[Pharm-policy] USA seeks to remove IPR section from AIDS resolution at WHO
James Love
love@cptech.org
Tue, 25 Jan 2000 16:37:34 -0500 (EST)
I just heard from people on the ground in Geneva, that the US Government
is lobbying to remove language in the World Health Assembly Executive
Board Resolution on HIV/AIDS (EB 105/12, on the web at
(http://www.who.org/wha-1998/EB105/PDF/ee12.pdf).

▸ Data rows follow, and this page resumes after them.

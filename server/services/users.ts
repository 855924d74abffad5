import { eq } from "drizzle-orm";
import type { PasswordChange, ProfileUpdate, SignUp } from "../../shared/schemas/auth";
import type { SessionUser } from "../auth/types";
import { dummyPasswordHash, hashPassword, verifyPassword } from "../auth/secrets";
import type { Db, DbOrTx } from "../db/client";
import { users } from "../db/schema";
import { badRequest, HttpError } from "../http/errors";
import { isUniqueViolation } from "../db/errors";

const publicUser = (u: { id: string; name: string; email: string }): SessionUser => ({ id: u.id, name: u.name, email: u.email });

export async function findUserById(db: DbOrTx, id: string): Promise<SessionUser | null> {
  const [u] = await db.select().from(users).where(eq(users.id, id));
  return u ? publicUser(u) : null;
}

export async function findUserByEmail(db: DbOrTx, email: string): Promise<SessionUser | null> {
  const [u] = await db.select().from(users).where(eq(users.email, email));
  return u ? publicUser(u) : null;
}

export async function createUser(db: DbOrTx, input: Pick<SignUp, "name" | "email" | "password">): Promise<SessionUser> {
  const passwordHash = await hashPassword(input.password);
  try {
    const [u] = await db.insert(users).values({ name: input.name, email: input.email, passwordHash }).returning();
    return publicUser(u!);
  } catch (err) {
    if (isUniqueViolation(err)) {
      // Sign-up has to say something here; the message does not say whether the address is registered
      // beyond what any sign-up form must, and points to the reset flow.
      throw new HttpError(409, "This e-mail cannot be used to create an account. If it is yours, sign in or reset your password.", "conflict", [
        { path: "email", message: "Sign in or reset your password instead." },
      ]);
    }
    throw err;
  }
}

/** Returns the user when the password matches; null otherwise, in about the same time either way. */
export async function verifyCredentials(db: Db, email: string, password: string): Promise<SessionUser | null> {
  const [u] = await db.select().from(users).where(eq(users.email, email));
  if (!u) {
    await verifyPassword(await dummyPasswordHash(), password);
    return null;
  }
  return (await verifyPassword(u.passwordHash, password)) ? publicUser(u) : null;
}

export async function updateProfile(db: Db, userId: string, input: ProfileUpdate): Promise<SessionUser> {
  const [u] = await db.update(users).set({ name: input.name }).where(eq(users.id, userId)).returning();
  return publicUser(u!);
}

export async function changePassword(db: Db, userId: string, input: PasswordChange): Promise<void> {
  const [u] = await db.select().from(users).where(eq(users.id, userId));
  if (!u || !(await verifyPassword(u.passwordHash, input.currentPassword))) {
    throw badRequest("The current password is wrong.", [{ path: "currentPassword", message: "The current password is wrong." }]);
  }
  await setPassword(db, userId, input.newPassword);
}

export async function setPassword(db: DbOrTx, userId: string, password: string): Promise<void> {
  await db.update(users).set({ passwordHash: await hashPassword(password) }).where(eq(users.id, userId));
}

The Clinton/Gore administration is apparently working with the
International Federation of Pharmaceutical Manufacturers, Merck and
other parties to remove this language from page 6 of the HIV/AIDS
resolution:
The Executive Board . . . REQUESTS the Director-General:
7) on their request, to advise governments
on their options under the Agreement on
Trade-Related Aspects of Intellectual Property
Rights (TRIPS) to increase their capacity to
negotiate for more affordable HIV/AIDS-related
drugs;
This is similar to the language that passed the World Health Assembly
in 1999, after a bitter two year fight between the developed and the
developing countries. The drug companies are very unhappy having the
WHO involved in these trade issues, but the USG supposedly just endorsed
this for our own trade policy.
This is a strange development, coming so soon after Vice President
Gore and President Clinton's recent speeches on HIV/AIDs and US trade
policy. According to one MSF official, "it is same old same old
policy" from the US, and the "US embassy is all over this."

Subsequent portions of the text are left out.